Open exalate-issue-sync[bot] opened 1 year ago
Michal Kurka commented: [~accountid:557058:0dc6b079-bb4a-4a21-9e26-e07d6b8241eb] thanks for reporting, we are looking into ways to speed up the scoring to an extent that it won't be slowing down AutoML training like this. This is an issue that will be addressed.
Can you please share the full log? What OS are you using?

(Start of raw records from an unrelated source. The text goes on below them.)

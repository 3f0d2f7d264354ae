package main

import (
	"context"
	"errors"
	"fmt"
	"io"
	"io/fs"
	"os"
	"path/filepath"
	"sort"
	"strings"
	"time"

	"github.com/schollz/progressbar/v3"

	"epitally/analytics"
	"epitally/db"
	"epitally/jobs"
	"epitally/jobs/reader"
)

// loadOptions are the flags of load besides the shared ones.
type loadOptions struct {
	profileFiles []string
	dryRun, json bool
}

func load(ctx context.Context, c *console, args []string) error {
	config := defaultConfig()
	config.LogLevel = "error"
	var o loadOptions
	flags := flagsFor("load PATH...", &config)
	flags.StringArrayVar(&o.profileFiles, "profile", nil, "reading profile `file` to read delimited text and STDF by (may be repeated)")
	flags.BoolVar(&o.dryRun, "dry-run", false, "read everything, store nothing, and show what each file would give")
	flags.BoolVar(&o.json, "json", false, "with --dry-run: print JSON")
	for _, serving := range []string{"listen", "drop", "scan", "settle-seconds", "workers", "stop-seconds"} {
		flags.MarkHidden(serving) // they may stand in the settings' file, and mean nothing here
	}
	if err := config.resolve(flags, args, os.Getenv); err != nil {
		return err
	}
	if flags.NArg() == 0 {
		return fmt.Errorf("load: name the files or folders to load")
	}
	if o.json && !o.dryRun {
		return fmt.Errorf("load: --json goes with --dry-run")
	}
	profiles, err := readProfiles(o.profileFiles)
	if err != nil {
		return err
	}
	files, err := filesUnder(flags.Args())
	if err != nil {
		return err
	}
	zone, err := time.LoadLocation(config.Zone)
	if err != nil {
		return err
	}
	if o.dryRun {
		return dryRun(ctx, c, files, profiles, reader.Input{Zone: zone, MaxBytes: config.MaxFileMB * 1e6}, o.json)
	}
	return loadFiles(ctx, c, config, zone, files, profiles)
}

func readProfiles(paths []string) ([]reader.Profile, error) {
	var profiles []reader.Profile
	for _, path := range paths {
		text, err := os.ReadFile(path)
		if err != nil {
			return nil, fmt.Errorf("--profile: %w", err)
		}
		p, err := reader.ParseProfile(text)
		if err != nil {
			return nil, analytics.WithSource(err, path)
		}
		profiles = append(profiles, p)
	}
	return profiles, nil
}

// filesUnder lists the plain files named or below the folders named, in order
// of name; a folder without files is an error, since nothing would happen.
func filesUnder(paths []string) ([]string, error) {
	var files []string
	for _, path := range paths {
		info, err := os.Stat(path)
		if err != nil {
			return nil, err
		}
		if !info.IsDir() {
			files = append(files, path)
			continue
		}
		var inside []string
		err = filepath.WalkDir(path, func(p string, d fs.DirEntry, err error) error {
			if err == nil && !d.IsDir() && !strings.HasPrefix(d.Name(), ".") {
				inside = append(inside, p)
			}
			return err
		})
		if err != nil {
			return nil, err
		}
		if len(inside) == 0 {
			return nil, fmt.Errorf("%s: the folder has no files", path)
		}
		sort.Strings(inside)
		files = append(files, inside...)
	}
	return files, nil
}

// loadFiles stores files one after the other, documents and run sheets first as
// a scan does. Files stay where they are.
func loadFiles(ctx context.Context, c *console, config Config, zone *time.Location, files []string, profiles []reader.Profile) error {
	log := newLogger(c.err, config.LogLevel)
	cluster, store, err := joinStore(ctx, config, log)
	if err != nil {
		return err
	}
	if cluster != nil {
		defer cluster.Stop(context.WithoutCancel(ctx))
	}
	defer store.Close()
	jobs.DocumentsFirst(files)
	loader := jobs.NewLoader(loaderConfig(config, store, log, zone))
	run := &manualLoad{console: c, store: store, loader: loader, given: profiles, start: time.Now()}
	if err := run.readProfiles(ctx); err != nil {
		return err
	}
	run.bar = newBar(c.err, totalBytes(files))
	for _, path := range files {
		if err := run.one(ctx, path); err != nil {
			return err
		}
	}
	run.bar.Finish()
	if err := loader.RecomputeStale(ctx); err != nil {
		return err
	}
	return run.report()
}

func totalBytes(files []string) (n int64) {
	for _, path := range files {
		if info, err := os.Stat(path); err == nil {
			n += info.Size()
		}
	}
	return n
}

func newBar(w io.Writer, total int64) *progressbar.ProgressBar {
	return progressbar.NewOptions64(total, progressbar.OptionSetWriter(w), progressbar.OptionShowBytes(true),
		progressbar.OptionSetWidth(30), progressbar.OptionThrottle(100*time.Millisecond), progressbar.OptionClearOnFinish())
}

// manualLoad is the state of one `load`.
type manualLoad struct {
	console  *console
	store    *db.Store
	loader   *jobs.Loader
	given    []reader.Profile // on the command line
	profiles []reader.Profile // given, then stored
	bar      *progressbar.ProgressBar
	start    time.Time

	stored, again, refused int
	wafers                 int
	dies, bytes            int64
}

// readProfiles is done anew after a profile among the files was stored.
func (m *manualLoad) readProfiles(ctx context.Context) error {
	stored, err := m.loader.Profiles(ctx)
	m.profiles = append(append([]reader.Profile(nil), m.given...), stored...)
	return err
}

func (m *manualLoad) one(ctx context.Context, path string) error {
	src, err := m.loadPath(ctx, path)
	switch {
	case err == nil:
		m.stored++
		m.wafers += src.Wafers
		m.dies += src.Dies
		m.bytes += src.Bytes
		for _, n := range src.Notices {
			m.say("%s: note: %s", path, n)
		}
		if src.Format == "profile" {
			return m.readProfiles(ctx)
		}
	case ctx.Err() != nil:
		m.bar.Exit()
		m.report()
		return fmt.Errorf("load: stopped; %s was not stored", path)
	case errors.Is(err, analytics.ErrUnavailable):
		return err
	case errors.Is(err, analytics.ErrDuplicate):
		m.again++
		m.say("%s: %v", path, err)
	default:
		m.refused++
		m.say("refused: %v", err)
		src.Name, src.State, src.Reason = path, db.SourceRefused, err.Error()
		if _, err := m.store.RefuseSource(ctx, src); err != nil {
			return err
		}
	}
	return nil
}

func (m *manualLoad) loadPath(ctx context.Context, path string) (db.Source, error) {
	file, err := os.Open(path)
	if err != nil {
		return db.Source{Offset: -1, SeenAt: time.Now()}, err
	}
	defer file.Close()
	info, err := file.Stat()
	if err != nil {
		return db.Source{Offset: -1, SeenAt: time.Now()}, err
	}
	counted := progressbar.NewReader(file, m.bar)
	return m.loader.Load(ctx, jobs.Incoming{Name: path, R: &counted, Bytes: info.Size(), Profiles: m.profiles, Profile: onlyName(m.given)})
}

// onlyName forces the profile when exactly one was named on the command line.
func onlyName(profiles []reader.Profile) string {
	if len(profiles) == 1 {
		return profiles[0].Name
	}
	return ""
}

func (m *manualLoad) say(format string, args ...any) {
	m.bar.Clear()
	fmt.Fprintf(m.console.err, format+"\n", args...)
}

func (m *manualLoad) report() error {
	took := time.Since(m.start).Seconds()
	fmt.Fprintf(m.console.out, "stored %d, stored before %d, refused %d\n", m.stored, m.again, m.refused)
	fmt.Fprintf(m.console.out, "%d wafer measurements, %d dies, %.1f MB in %.1f s (%.2f million dies/s, %.1f MB/s)\n",
		m.wafers, m.dies, float64(m.bytes)/1e6, took, float64(m.dies)/took/1e6, float64(m.bytes)/took/1e6)
	if m.refused > 0 {
		return errSaid
	}
	return nil
}
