package web

import (
	"math"
	"strconv"
	"strings"
)

// Characters that numbers are set with: a real minus, and the narrow no-break
// space that stands before a unit.
const (
	minusSign = "−"
	thinSpace = "\u202f"
	noValue   = "–"
)

// Number writes v with the given decimals, thousands separated, with a real
// minus; "–" for NaN and infinities. A value that rounds to zero has no sign.
func Number(v float64, decimals int) string {
	if math.IsNaN(v) || math.IsInf(v, 0) {
		return noValue
	}
	s := strconv.FormatFloat(math.Abs(v), 'f', decimals, 64)
	whole, part, _ := strings.Cut(s, ".")
	s = group(whole)
	if part != "" {
		s += "." + part
	}
	if v < 0 && strings.Trim(s, "0.,") != "" {
		return minusSign + s
	}
	return s
}

func group(digits string) string {
	var b strings.Builder
	for i, d := range digits {
		if i > 0 && (len(digits)-i)%3 == 0 {
			b.WriteByte(',')
		}
		b.WriteRune(d)
	}
	return b.String()
}

// Signed is Number with a plus before positive values.
func Signed(v float64, decimals int) string {
	s := Number(v, decimals)
	if v > 0 && strings.Trim(s, "0.,") != "" {
		return "+" + s
	}
	return s
}

// Count writes a whole number with its thousands separated.
func Count[T int | int64](n T) string { return Number(float64(n), 0) }

// With writes v and its unit, a thin space between; a ratio has no unit.
func With(v float64, decimals int, unit string) string {
	s := Number(v, decimals)
	if unit == "" || s == noValue {
		return s
	}
	return s + thinSpace + unit
}

// SignedWith is With with a plus before positive values.
func SignedWith(v float64, decimals int, unit string) string {
	s := With(v, decimals, unit)
	if strings.HasPrefix(Signed(v, decimals), "+") {
		return "+" + s
	}
	return s
}

// Percent writes part of whole in whole per cent, as few digits as do not lie:
// one decimal below 10 % and above 99 %, and never 0 % or 100 % unless it is
// so. "–" when whole is 0.
func Percent(part, whole int) string {
	if whole == 0 {
		return noValue
	}
	return PercentOf(float64(part) / float64(whole))
}

// PercentOf writes a share between 0 and 1 as Percent does.
func PercentOf(share float64) string {
	p := 100 * share
	switch {
	case math.IsNaN(p):
		return noValue
	case p > 0 && p < 0.05:
		return "under 0.1" + thinSpace + "%"
	case p < 100 && p >= 99.95:
		return "over 99.9" + thinSpace + "%"
	case p == 0 || p == 100 || (p >= 9.95 && p < 99):
		return Number(p, 0) + thinSpace + "%"
	default:
		return Number(p, 1) + thinSpace + "%"
	}
}

// Decimals is how many decimal places show a resolution: 2 for 0.01; 3 when
// the resolution is unknown.
func Decimals(resolution float64) int {
	if !(resolution > 0) {
		return 3
	}
	return min(max(int(math.Ceil(-math.Log10(resolution)-1e-9)), 0), 9)
}

// Bytes writes a size in bytes, kB, MB or GB (powers of 1000).
func Bytes(n int64) string {
	v, unit := float64(n), "bytes"
	for _, u := range []string{"kB", "MB", "GB"} {
		if v < 1000 {
			break
		}
		v, unit = v/1000, u
	}
	if unit == "bytes" || v >= 100 {
		return With(v, 0, unit)
	}
	return With(v, 1, unit)
}
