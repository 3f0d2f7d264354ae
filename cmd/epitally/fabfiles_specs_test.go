package main

import (
	"math"
	"slices"
	"strings"
	"testing"

	"epitally/analytics/binning"
	"epitally/analytics/simfab"
	"epitally/analytics/wafermap"
)

func TestFabSpecificationsGiveYieldsLikeAFabs(t *testing.T) {
	t.Parallel()
	// Median yield over the wafers of the fab, dies on the layout as denominator:
	// good wafers of a running fab lie between 60 and 95 %; fjord-blue takes
	// only wafers that a walking reactor has moved to long wavelengths.
	want := map[string][2]float64{"harbour-blue": {0.6, 0.95}, "fjord-blue": {0.05, 0.6}, "slate-blue": {0.6, 0.95},
		"meadow-green": {0.6, 0.95}, "reed-green": {0.4, 0.8}, // a narrow one, with a guard band
		"ember-red": {0.6, 0.95}}
	specs := map[string]*binning.Spec{}
	yields := map[string][]float64{}
	reasons := map[string]int{}
	for name, text := range fabSpecifications() {
		s, err := binning.Parse([]byte(text))
		if err != nil {
			t.Fatalf("%s: %v", name, err)
		}
		if s.Name != name || !strings.HasPrefix(text, "specification:") {
			t.Errorf("%s is named %s", name, s.Name)
		}
		specs[name] = s
	}
	f := simfab.New(simfab.Config{Seed: 1, Wafers: 120})
	for i := range f.Wafers {
		_, probe := f.Measure(i)
		for name, s := range specs {
			if slices.Contains(s.Products, probe.Wafer.Product.Name) {
				yields[name] = append(yields[name], binYield(t, s, probe, reasons))
			}
		}
	}
	for name, y := range yields {
		slices.Sort(y)
		middle := y[len(y)/2]
		t.Logf("%s: %d wafers, yield %.2f to %.2f, median %.2f", name, len(y), y[0], y[len(y)-1], middle)
		if middle < want[name][0] || middle > want[name][1] {
			t.Errorf("%s: median yield %.3f, want %v", name, middle, want[name])
		}
	}
	for _, r := range []string{"leaky", "off-colour short", "off-colour long", "dim"} {
		if reasons[r] == 0 {
			t.Errorf("no die is rejected as %s: %v", r, reasons)
		}
	}
	// Opens and shorts give no light: they are rejected as such, or lack a value.
	if reasons["open"]+reasons["short"]+reasons[binning.UntestedName] == 0 {
		t.Errorf("no die is open, short or untested: %v", reasons)
	}
}

func binYield(t *testing.T, s *binning.Spec, m *simfab.Reading, reasons map[string]int) float64 {
	t.Helper()
	var planes []wafermap.Plane
	for _, c := range m.Columns {
		p := wafermap.Plane{Quantity: c.Quantity, Encoding: wafermap.Int32, Exponent: -c.Decimals, K32: c.K}
		planes = append(planes, p)
	}
	cells := s.Cells()
	codes, counts := make([]uint16, len(m.X)), make([]int, len(cells))
	if err := s.Bin(codes, counts, binning.PickPlanes(s, planes), nil); err != nil {
		t.Fatal(err)
	}
	sellable := 0
	for i, n := range counts {
		switch cells[i].Class {
		case binning.Sellable:
			sellable += n
		case binning.Reject, binning.Untested:
			reasons[cells[i].Name] += n
		}
	}
	return float64(sellable) / float64(layoutDies(m.Layout))
}

func layoutDies(l *wafermap.Layout) (n int) {
	reach := int(math.Ceil(l.WaferDiameterMM / min(l.DiePitchXMM, l.DiePitchYMM)))
	for y := -reach; y <= reach; y++ {
		for x := -reach; x <= reach; x++ {
			if l.Inside(x, y) {
				n++
			}
		}
	}
	return n
}
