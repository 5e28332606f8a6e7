package main

import (
	"bytes"
	"os"
	"path/filepath"
	"regexp"
	"strings"
	"testing"

	"plumbrule/wasm/moduletest"
)

// run runs the command and gives its status and what it printed.
func run(t *testing.T, args ...string) (status int, stdout, stderr string) {
	t.Helper()
	var out, errs bytes.Buffer
	status = doMain(append([]string{"-module", moduletest.Path(t)}, args...), &out, &errs)
	return status, out.String(), errs.String()
}

// TestEveryPublishedNumber runs the whole of testdata/conformance.
func TestEveryPublishedNumber(t *testing.T) {
	status, stdout, stderr := run(t, filepath.Join("..", "..", "testdata", "conformance"))
	if status != 0 {
		t.Fatalf("status %d\n%s%s", status, stdout, stderr)
	}
	if !regexp.MustCompile(`(?m)^[1-9]\d+ passed, 0 failed$`).MatchString(stdout) {
		t.Errorf("the closing line is missing:\n%s", stdout)
	}
	t.Log("\n" + stdout)
}

const header = "id,formula,expected,unit,half_unit,source,provenance,why\n"

// TestRowsCanFail shows that each way of being wrong is found.
func TestRowsCanFail(t *testing.T) {
	cases := []struct {
		name, row string
		status    int
		told      string
	}{
		{"a right number", "a,1[atm],101325,Pa,0.5,definition,published,", 0, "1 passed, 0 failed"},
		{"a wrong number", "a,1[atm],101326,Pa,0.5,definition,published,", 1, "0 passed, 1 failed"},
		{"just outside", "a,1[atm],101325.51,Pa,0.5,definition,published,wide", 1, "half-units apart"},
		{"a wrong unit", "a,1[atm],101325,K,0.5,definition,published,", 1, "dimension"},
		{"an unknown law", "a,atmosphere(1),101325,Pa,0.5,definition,published,", 1, "there is no law"},
		{"a refused number", "a,ln(0 * 1),1,1,0.5,definition,published,", 1, "refused"},
		{"a stretched number is a number", "a,\"sea_water_density(35, 45[degC], 0[bar])\",1018.8,kg/m^3,5,memory,memory,a test of the runner", 0, "1 passed"},
		{"no source", "a,1[atm],101325,Pa,0.5,,published,", 64, "names its source"},
		{"an unknown provenance", "a,1[atm],101325,Pa,0.5,definition,hearsay,", 64, "provenance"},
		{"no tolerance", "a,1[atm],101325,Pa,0,definition,published,", 64, "half_unit"},
		{"a number that is none", "a,1[atm],many,Pa,0.5,definition,published,", 64, "expected"},
		{"an id twice", "a,1[atm],101325,Pa,0.5,definition,published,\na,1[atm],101325,Pa,0.5,definition,published,", 64, "twice"},
		{"a wide tolerance without a reason", "a,1[atm],101325,Pa,5,definition,published,", 64, "why"},
	}
	for _, c := range cases {
		t.Run(c.name, func(t *testing.T) {
			folder := t.TempDir()
			if err := os.WriteFile(filepath.Join(folder, "table.csv"), []byte(header+c.row+"\n"), 0o644); err != nil {
				t.Fatal(err)
			}
			status, stdout, stderr := run(t, folder)
			if status != c.status || !strings.Contains(stdout+stderr, c.told) {
				t.Errorf("status %d, want %d with %q:\n%s%s", status, c.status, c.told, stdout, stderr)
			}
		})
	}
}

func TestTablesMustBeWellFormed(t *testing.T) {
	folder := t.TempDir()
	if status, _, stderr := run(t, folder); status != 64 || !strings.Contains(stderr, "no tables") {
		t.Errorf("an empty folder: %d %s", status, stderr)
	}
	path := filepath.Join(folder, "table.csv")
	if err := os.WriteFile(path, []byte(strings.Replace(header, "why", "remark", 1)), 0o644); err != nil {
		t.Fatal(err)
	}
	if status, _, stderr := run(t, folder); status != 64 || !strings.Contains(stderr, "columns") {
		t.Errorf("an unknown column: %d %s", status, stderr)
	}
	if status := doMain([]string{"-module", "no such file", folder}, &bytes.Buffer{}, &bytes.Buffer{}); status != 64 {
		t.Errorf("a missing module: %d", status)
	}
}

func TestColumnSheetTurnsNumbersIntoKnowns(t *testing.T) {
	cases := []struct{ formula, want string }{
		{"2 * 3[m]", "known number_0_0 [m] = 3\nknown number_0_1 [1] = 2\nderive row_0 [m] = number_0_1 * number_0_0\n"},
		{"5[m]^2 / 1[m]", "known number_0_0 [m] = 1\nknown number_0_1 [m] = 5\nderive row_0 [m] = number_0_1^2 / number_0_0\n"},
		{"f(-5[degC])", "known number_0_0 [degC] = -5\nderive row_0 [m] = f(number_0_0)\n"},
		{"sum([1, 2][m])", "derive row_0 [m] = sum([1, 2][m])\n"},
	}
	for _, c := range cases {
		if got := columnSheet([]*row{{formula: c.formula, unit: "m"}}); got != c.want {
			t.Errorf("%s:\n%s", c.formula, got)
		}
	}
}
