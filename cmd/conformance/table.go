package main

import (
	"encoding/csv"
	"errors"
	"fmt"
	"io"
	"math"
	"os"
	"strconv"
	"strings"
)

// row is one published number.
type row struct {
	line     int
	id       string
	formula  string
	expected float64
	unit     string
	halfUnit float64
	why      string

	failure string  // why it failed, empty where it passed
	error   float64 // |computed − printed| in half-units
	bits    uint64  // of the computed value, in SI
	done    bool
}

var columns = []string{"id", "formula", "expected", "unit", "half_unit", "source", "provenance", "why"}

var provenances = map[string]bool{"published": true, "memory": true, "computed": true, "common practice": true}

// halfOfLastDigit gives half a unit of the last digit of a printed number.
func halfOfLastDigit(printed string) float64 {
	digits, exponent, _ := strings.Cut(strings.ToLower(printed), "e")
	power, _ := strconv.Atoi(strings.TrimPrefix(exponent, "+"))
	if _, behind, ok := strings.Cut(digits, "."); ok {
		power -= len(behind)
	}
	return 0.5 * math.Pow(10, float64(power))
}

// readTable reads a conformance table. A column that is missing or unknown, a
// row without a source or with a tolerance that is no number is an error.
func readTable(path string) ([]*row, error) {
	file, err := os.Open(path)
	if err != nil {
		return nil, err
	}
	defer file.Close()
	reader := csv.NewReader(file)
	reader.FieldsPerRecord = len(columns)
	header, err := reader.Read()
	if err != nil {
		return nil, fmt.Errorf("%s: %w", path, err)
	}
	if strings.Join(header, ",") != strings.Join(columns, ",") {
		return nil, fmt.Errorf("%s: the columns are %s, not %s", path, strings.Join(columns, ","), strings.Join(header, ","))
	}
	var table []*row
	seen := map[string]bool{}
	for {
		record, err := reader.Read()
		if errors.Is(err, io.EOF) {
			if len(table) == 0 {
				return nil, fmt.Errorf("%s: the table has no rows", path)
			}
			return table, nil
		}
		if err != nil {
			return nil, fmt.Errorf("%s: %w", path, err)
		}
		line, _ := reader.FieldPos(0)
		r := &row{line: line, id: record[0], formula: record[1], unit: record[3], why: record[7]}
		r.expected, err = strconv.ParseFloat(record[2], 64)
		if err != nil {
			return nil, fmt.Errorf("%s:%d: expected: %w", path, line, err)
		}
		r.halfUnit, err = strconv.ParseFloat(record[4], 64)
		if err != nil || r.halfUnit <= 0 {
			return nil, fmt.Errorf("%s:%d: half_unit is not a positive number", path, line)
		}
		if r.why == "" && record[6] != "common practice" && r.halfUnit > halfOfLastDigit(record[2])*(1+1e-9) {
			return nil, fmt.Errorf("%s:%d: %s: half_unit is wider than half a unit of the last printed digit: why", path, line, r.id)
		}
		if seen[r.id] || r.id == "" {
			return nil, fmt.Errorf("%s:%d: the id %q is missing or stands twice", path, line, r.id)
		}
		if record[5] == "" || !provenances[record[6]] {
			return nil, fmt.Errorf("%s:%d: a row names its source and its provenance", path, line)
		}
		seen[r.id] = true
		table = append(table, r)
	}
}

We have a bug on OS X where the scoring is very slow and that we are fixing in the next release: PUBDEV-6476
Alessandro P. commented: I have added some logs. I run h2o on a linux machine, with 250gb ram, 24 threads.
from those 2 lines, you can infer that the tree construction time takes 5 * 2.5s = 12.5s for every scoring session, that lasts ~50s.
05-16 09:25:43.326 1.2.3.4:54321 #6968 FJ-3-15 INFO: 5. tree was built in 00:00:02.467 (Wall: 16-May 09:25:43.326) [... scoring session, included in log file attached... ] 05-16 09:26:31.479 1.2.3.4:54321 #6968 FJ-3-15 INFO: 6. tree was built in 00:00:02.331 (Wall: 16-May 09:26:31.479 )
I think that
Michal Kurka commented: [~accountid:557058:0dc6b079-bb4a-4a21-9e26-e07d6b8241eb], thanks for the logs, this will help - it seems to me this could be related to scoring on GPUs.
Alessandro P. commented: Hi Michal, thanks for the rapid feedback!
I add that the same happens for example during the iteration for the XGBoost_2 flavor, whose max_depth = 20 is incompatible with gpu execution, and cpu execution is done.
The only difference is that every tree takes ~7 seconds on this training dataset, so the ratio learning/scoring may be different.
The main point here is that the ratio learning/scoring is too unbalanced towards the scoring step.
Even if the scoring takes 1 seconds, and building 5 trees takes 0.2 seconds (that is the timing with a little dataset), we still have scoring time 5/10 times bigger than "learning" time. In my opinion, this is something that should not happen, as it imply not-optimised resource usage.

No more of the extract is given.